WHAT THIS TASK INVOLVES
Copy all lines in the data that contain the string "which".

SUPPLIED INFORMATION
def _factor(gram: np.ndarray, raw_diagonal: np.ndarray, order: Sequence[int]) -> _Factor:
    """Cholesky factor of the Gram matrix in ``order`` (response last), each column scaled by its raw length."""
    index = np.asarray(order)
    permuted = gram[:, index[:, None], index[None, :]]
    scale = np.sqrt(raw_diagonal[:, index])
    usable = np.all(scale > 0.0, axis=1) & np.all(np.isfinite(permuted), axis=(1, 2))
    scale = np.where(scale > 0.0, scale, 1.0)
    scaled = permuted / (scale[:, :, None] * scale[:, None, :])
    scaled[~usable] = np.eye(index.size)
    try:
        lower = np.linalg.cholesky(scaled)
        factored = np.ones(scaled.shape[0], dtype=bool)
    except np.linalg.LinAlgError:
        lower = np.zeros_like(scaled)
        factored = np.zeros(scaled.shape[0], dtype=bool)
        for row in range(scaled.shape[0]):
            try:
                lower[row] = np.linalg.cholesky(scaled[row])
                factored[row] = True
            except np.linalg.LinAlgError:
                lower[row] = np.eye(index.size)
    shares = np.diagonal(lower, axis1=1, axis2=2) ** 2
    trusted = usable & factored & np.all(shares >= FAST_SHARE, axis=1)
    response = index[-1]
    return _Factor(lower=lower, response_sum=gram[:, response, response], trusted=trusted)


def _shifted_rows(levels: np.ndarray, trend_count: int) -> np.ndarray:
    return _remove_terms(levels, trend_count)[0]


# --- exact arithmetic for the rows the cross products cannot vouch for ---------------------------------


def _design(series: np.ndarray, lags: int, trend_count: int, *, level_last: bool) -> np.ndarray:
    """The ADF regressors on the sample of ``lags``: constant, trend / n, then the lagged level and the
    lagged differences (or the differences first and the level last)."""
    differences = np.diff(series)
    nobs = differences.size - lags
    columns: list[np.ndarray] = []
    if trend_count >= 1:
        columns.append(np.ones(nobs))
    if trend_count == 2:
        columns.append(np.arange(1.0, nobs + 1.0) / nobs)
    level = series[lags:-1]
    if not level_last:
        columns.append(level)
    columns.extend(differences[lags - j : lags - j + nobs] for j in range(1, lags + 1))
    if level_last:
        columns.append(level)
    return np.column_stack(columns) if columns else np.empty((nobs, 0))
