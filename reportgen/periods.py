"""Period labels: one readable, sortable text per period of each supported frequency."""

from __future__ import annotations

import pandas as pd


def period_label(period: pd.Period) -> str:
    """``2011``, ``2011Q1``, ``2011-03``, or the ISO date for weekly and daily periods.

    Weekly periods are labelled by the date of their last day, which is the date the data file
    carries for them.
    """
    freqstr = period.freqstr.upper()
    if freqstr.startswith("W"):
        return str(period.asfreq("D", how="end"))  # zero-padded, and valid beyond the year 9999
    return str(period)


def index_labels(index: pd.PeriodIndex) -> tuple[str, ...]:
    """Labels of every period of an index, in order."""
    return tuple(period_label(period) for period in index)
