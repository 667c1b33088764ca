"""Charts of the dossier as inline SVG, drawn with matplotlib's object API (never pyplot).

Every chart is drawn from values already in the results document; the only arithmetic is the
first difference of the plotted series for its lower panel, which is display. A fan chart shades
the quantile bands of simulated random walks that the statistics stage computed and stored. The SVG bytes are
deterministic (fixed hash salt, no date, text kept as text) and every ``id`` inside a chart is
prefixed with the chart's own name, so many charts can be inlined in one page without clashes.
"""

from __future__ import annotations

import html
import io
import itertools
import math
import re
from collections.abc import Mapping, Sequence
from typing import Any, cast

import matplotlib
from matplotlib.backends.backend_svg import FigureCanvasSVG
from matplotlib.figure import Figure
from matplotlib.ticker import AutoLocator, ScalarFormatter

from reportgen.render.environment import unique_ids

#: Fixed salt for the ids matplotlib derives from hashes (clip paths, markers).
HASH_SALT = "reportgen-dossier"
#: Width of every chart, in inches (fits an A4 text column at 72 dpi).
WIDTH = 7.0
#: Height of one panel, in inches.
PANEL_HEIGHT = 1.9
#: At most this many period labels on an x axis.
MAX_TICKS = 7

# Our own palette: ink blue for the series, copper for changes, slate for residuals.
_SERIES_COLOUR = "#1b4965"
_CHANGE_COLOUR = "#a44a1d"
_RESIDUAL_COLOURS = ("#3d405b", "#7a4e9c")
_REFERENCE_COLOUR = "#8d99ae"
# Fan charts: the observed path in copper over two tints of ink blue and a dashed median.
_FAN_OUTER = "#d6e2ec"
_FAN_INNER = "#9dbad0"
_FAN_MEDIAN = "#1b4965"
_FAN_OBSERVED = "#a44a1d"
#: Quantile labels of a fan chart's bands: outer pair, inner pair, median.
FAN_BANDS: tuple[str, ...] = ("5%", "25%", "50%", "75%", "95%")
#: Extra room above a fan chart's panel for its legend (a row between the title and the panel), in inches.
_FAN_LEGEND_ROOM = 0.2
#: Space between a fan chart's title and its panel, in points (room for the legend row).
_FAN_TITLE_PAD = 17.0

_RC: dict[str, Any] = {
    "svg.hashsalt": HASH_SALT,
    "svg.fonttype": "none",
    "svg.image_inline": True,
    "text.parse_math": False,
    "text.usetex": False,
    "font.family": "DejaVu Sans",
    "font.size": 8.0,
    "axes.titlesize": 8.5,
    "axes.titlelocation": "left",
    "axes.titley": 1.0,  # a fixed title position: no layout pass over the tick labels
    "axes.titlepad": 5.0,
    "axes.labelsize": 8.0,
    "axes.spines.top": False,
    "axes.spines.right": False,
    "axes.edgecolor": "#4a4e69",
    "axes.linewidth": 0.6,
    "xtick.labelsize": 7.0,
    "ytick.labelsize": 7.0,
    "xtick.major.width": 0.6,
    "ytick.major.width": 0.6,
    "lines.linewidth": 1.1,
    "path.simplify": False,
}

#: Style properties matplotlib writes that are also SVG presentation attributes.
_PRESENTATION = frozenset({
    "fill", "fill-opacity", "stroke", "stroke-width", "stroke-linecap", "stroke-linejoin", "stroke-dasharray",
    "stroke-dashoffset", "stroke-opacity", "stroke-miterlimit", "opacity", "font-size", "font-family",
    "font-weight", "font-style", "text-anchor", "clip-path",
})
_DEFAULT_STYLE = re.compile(r'\s*<style type="text/css">\*\{stroke-linejoin: round; stroke-linecap: butt\}</style>')
_TAG = re.compile(r"<[a-zA-Z][^<>]*>")
_STYLE_ATTRIBUTE = re.compile(r'\sstyle="([^"]*)"')
_PROLOG = re.compile(r"\A\s*(<\?xml[^>]*\?>\s*)?(<!DOCTYPE[^>]*>\s*)?", re.DOTALL)
_METADATA = re.compile(r"\s*<metadata>.*?</metadata>", re.DOTALL)
_ID = re.compile(r'\bid="([^"]+)"')
_URL_REF = re.compile(r"url\(#([^)\s]+)\)")
_HREF_REF = re.compile(r'(\b(?:xlink:)?href=")#([^"]+)"')


def _numbers(values: Sequence[Any]) -> list[float]:
    """Values as floats, with ``None`` (missing in results.json) as NaN."""
    result: list[float] = []
    for value in values:
        if value is None or isinstance(value, bool):
            result.append(math.nan)
        else:
            result.append(float(value))
    return result


def _first_difference(values: Sequence[float]) -> list[float]:
    """``values[i] - values[i - 1]`` from the second value on (display only)."""
    return [current - previous for previous, current in itertools.pairwise(values)]


def _tick_positions(count: int) -> list[int]:
    """At most :data:`MAX_TICKS` evenly spread positions, always the first and the last."""
    if count <= 0:
        return []
    if count <= MAX_TICKS:
        return list(range(count))
    step = (count - 1) / (MAX_TICKS - 1)
    return sorted({round(index * step) for index in range(MAX_TICKS)})


def _period_axis(axes: Any, dates: Sequence[str]) -> None:
    """Label an axis whose positions 0..n-1 are the periods ``dates``."""
    positions = _tick_positions(len(dates))
    axes.set_xticks(positions, [str(dates[index]) for index in positions])
    if dates:
        axes.set_xlim(-0.5, len(dates) - 0.5)


def _empty_panel(axes: Any, message: str) -> None:
    axes.text(0.5, 0.5, message, ha="center", va="center", transform=axes.transAxes, color="#555555")
    axes.set_xticks([])
    axes.set_yticks([])


def _merged_dates(first: Sequence[str], second: Sequence[str]) -> list[str]:
    """One period axis for two panels: the first panel's periods when they cover the second's."""
    if set(second) <= set(first):
        return list(first)
    return sorted(set(first) | set(second))


def _positions(dates: Sequence[str], axis_dates: Sequence[str]) -> list[int]:
    index = {date: position for position, date in enumerate(axis_dates)}
    return [index[date] for date in dates]
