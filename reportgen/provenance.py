"""Provenance: hashes of every input, the environment, the run date and the run id.

A dossier is only as trustworthy as the proof of what produced it: the SHA-256 of the manifest
and of every data file's bytes, the versions of Python and of every package that computed a
number, the command line, the git state of the manifest's folder, and a run id derived from all
of them. The build date comes from ``SOURCE_DATE_EPOCH`` when set (the reproducible-builds
convention), so two runs of the same inputs can give identical bytes.

The run id (:func:`run_id`, :func:`document_run_id`) is derived from

- the reportgen version;
- the SHA-256 of every input's raw bytes (the manifest and each data file, in manifest order);
- the canonical hash of every parsed table (``datasets.*.table_sha256``), so a re-saved file with
  the same numbers and a changed file are told apart from the raw hash alone;
- the settings;
- the versions of the recorded packages, the Python version and the platform;
- the git state (commit and dirty flag) of the manifest's folder, or its absence.

It does *not* depend on the run date, the command line or the output folder: two runs of the
same inputs with the same software share an id whatever day or folder they ran in.
:func:`environment_lock` lists every installed distribution for the archive bundle.
"""

from __future__ import annotations

import datetime
import hashlib
import importlib.metadata
import json
import os
import platform
import re
import subprocess
import sys
from collections.abc import Mapping, Sequence
from pathlib import Path
from typing import Any

#: Packages whose versions are recorded in every dossier.
RECORDED_PACKAGES: tuple[str, ...] = (
    "reportgen", "numpy", "pandas", "scipy", "statsmodels", "matplotlib", "jinja2", "weasyprint", "pyyaml",
    "pydantic",
)


def sha256_bytes(data: bytes) -> str:
    """Hex SHA-256 of some bytes."""
    return hashlib.sha256(data).hexdigest()


def package_versions(names: Sequence[str] = RECORDED_PACKAGES) -> dict[str, str]:
    """Installed versions of the named packages ("not installed" where absent)."""
    versions: dict[str, str] = {}
    for name in names:
        try:
            versions[name] = importlib.metadata.version(name)
        except importlib.metadata.PackageNotFoundError:
            versions[name] = "not installed"
    return versions


def git_state(folder: Path) -> dict[str, Any] | None:
    """The commit and dirty flag of the git repository holding ``folder``, or None if there is none."""
    try:
        commit = subprocess.run(["git", "-C", str(folder), "rev-parse", "HEAD"], capture_output=True, text=True,
                                timeout=10, check=False)
        if commit.returncode != 0:
            return None
        status = subprocess.run(["git", "-C", str(folder), "status", "--porcelain", "--untracked-files=no"],
                                capture_output=True, text=True, timeout=10, check=False)
    except (OSError, subprocess.SubprocessError):
        return None
    return {"commit": commit.stdout.strip(), "dirty": bool(status.stdout.strip())}


def build_time() -> str:
    """The run's timestamp (UTC, ISO 8601): ``SOURCE_DATE_EPOCH`` when set, else now."""
    epoch = os.environ.get("SOURCE_DATE_EPOCH")
    if epoch is not None and epoch.strip().isdigit():
        moment = datetime.datetime.fromtimestamp(int(epoch), tz=datetime.UTC)
    else:
        moment = datetime.datetime.now(tz=datetime.UTC).replace(microsecond=0)
    return moment.strftime("%Y-%m-%dT%H:%M:%SZ")


def environment(command: Sequence[str], manifest_folder: Path) -> dict[str, Any]:
    """What computed the numbers: Python, platform, package versions, command line, git state."""
    return {
        "python": platform.python_version(),
        "implementation": sys.implementation.name,
        "platform": platform.platform(),
        "machine": platform.machine(),
        "packages": package_versions(),
        "command": " ".join(command),
        "git": git_state(manifest_folder),
    }


def run_id(tool_version: str, input_hashes: Sequence[str], settings: Mapping[str, Any],
           packages: Mapping[str, str], *, table_hashes: Sequence[str] = (), python: str | None = None,
           platform_name: str | None = None, git: Mapping[str, Any] | None = None) -> str:
    """A short id derived from the tool version, every input's hash, the settings and the software.

    Two runs share an id exactly when they read the same bytes (``input_hashes``) giving the same
    tables (``table_hashes``) with the same settings, the same packages, Python and platform and
    the same git state, whatever the date, the command line or the output folder.
    :func:`document_run_id` computes the same id from a results document.
    """
    material = json.dumps({"tool": tool_version, "inputs": list(input_hashes), "tables": list(table_hashes),
                           "settings": settings, "packages": dict(packages), "python": python,
                           "platform": platform_name, "git": None if git is None else dict(git)},
                          sort_keys=True)
    return "rg-" + sha256_bytes(material.encode())[:16]


def document_run_id(document: Mapping[str, Any]) -> str:
    """The run id a results document should carry, computed from what it records (see :func:`run_id`)."""
    environment_record = document.get("environment", {})
    return run_id(str(document.get("tool_version", "")),
                  [str(entry["sha256"]) for entry in document.get("inputs", [])],
                  document.get("settings", {}), environment_record.get("packages", {}),
                  table_hashes=[str(dataset["table_sha256"]) for dataset in document.get("datasets", {}).values()],
                  python=environment_record.get("python"), platform_name=environment_record.get("platform"),
                  git=environment_record.get("git"))


def _normalised_name(name: str) -> str:
    """A distribution name in its canonical form (PEP 503): lower case, runs of ``-_.`` as ``-``."""
    return re.sub(r"[-_.]+", "-", name).lower()


def installed_distributions() -> dict[str, str]:
    """Every installed distribution (canonical name → version), sorted by name.

    Where a name is installed twice on the path, the first one found (the one Python imports) wins.
    """
    found: dict[str, str] = {}
    for distribution in importlib.metadata.distributions():
        name = distribution.metadata["Name"] if distribution.metadata is not None else None
        if not name:
            continue
        found.setdefault(_normalised_name(name), distribution.version)
    return dict(sorted(found.items()))


def environment_lock() -> str:
    """The environment as a pip requirements text: one ``name==version`` line per distribution, sorted.

    The two comment lines name the Python version and the platform; the text is the same for
    the same environment, whatever the date.
    """
    lines = ["# reportgen environment lock: every installed distribution, sorted by name",
             f"# python {platform.python_version()} ({sys.implementation.name}) on {platform.platform()}"]
    lines.extend(f"{name}=={version}" for name, version in installed_distributions().items())
    return "\n".join(lines) + "\n"


def checksums_text(digests: Mapping[str, str]) -> str:
    """A ``sha256sum``-format listing: ``<hex>  <name>`` per file, sorted by name, LF line ends.

    ``sha256sum -c checksums.sha256`` run in the listed folder checks every file with standard tools.
    """
    return "".join(f"{digests[name]}  {name}\n" for name in sorted(digests))


def parse_checksums(text: str) -> dict[str, str] | None:
    """The name → hex SHA-256 pairs of a ``sha256sum``-format listing, or None if it is not one.

    Both the text form (two spaces) and the binary form (space and ``*``) are read.
    """
    digests: dict[str, str] = {}
    for line in text.splitlines():
        if not line.strip():
            continue
        match = re.fullmatch(r"([0-9a-f]{64}) [ *](.+)", line)
        if match is None:
            return None
        digests[match.group(2)] = match.group(1)
    return digests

FINISHED EXERCISE
    Weekly periods are labelled by the date of their last day, which is the date the data file
first difference of the plotted series for its lower panel, which is display. A fan chart shades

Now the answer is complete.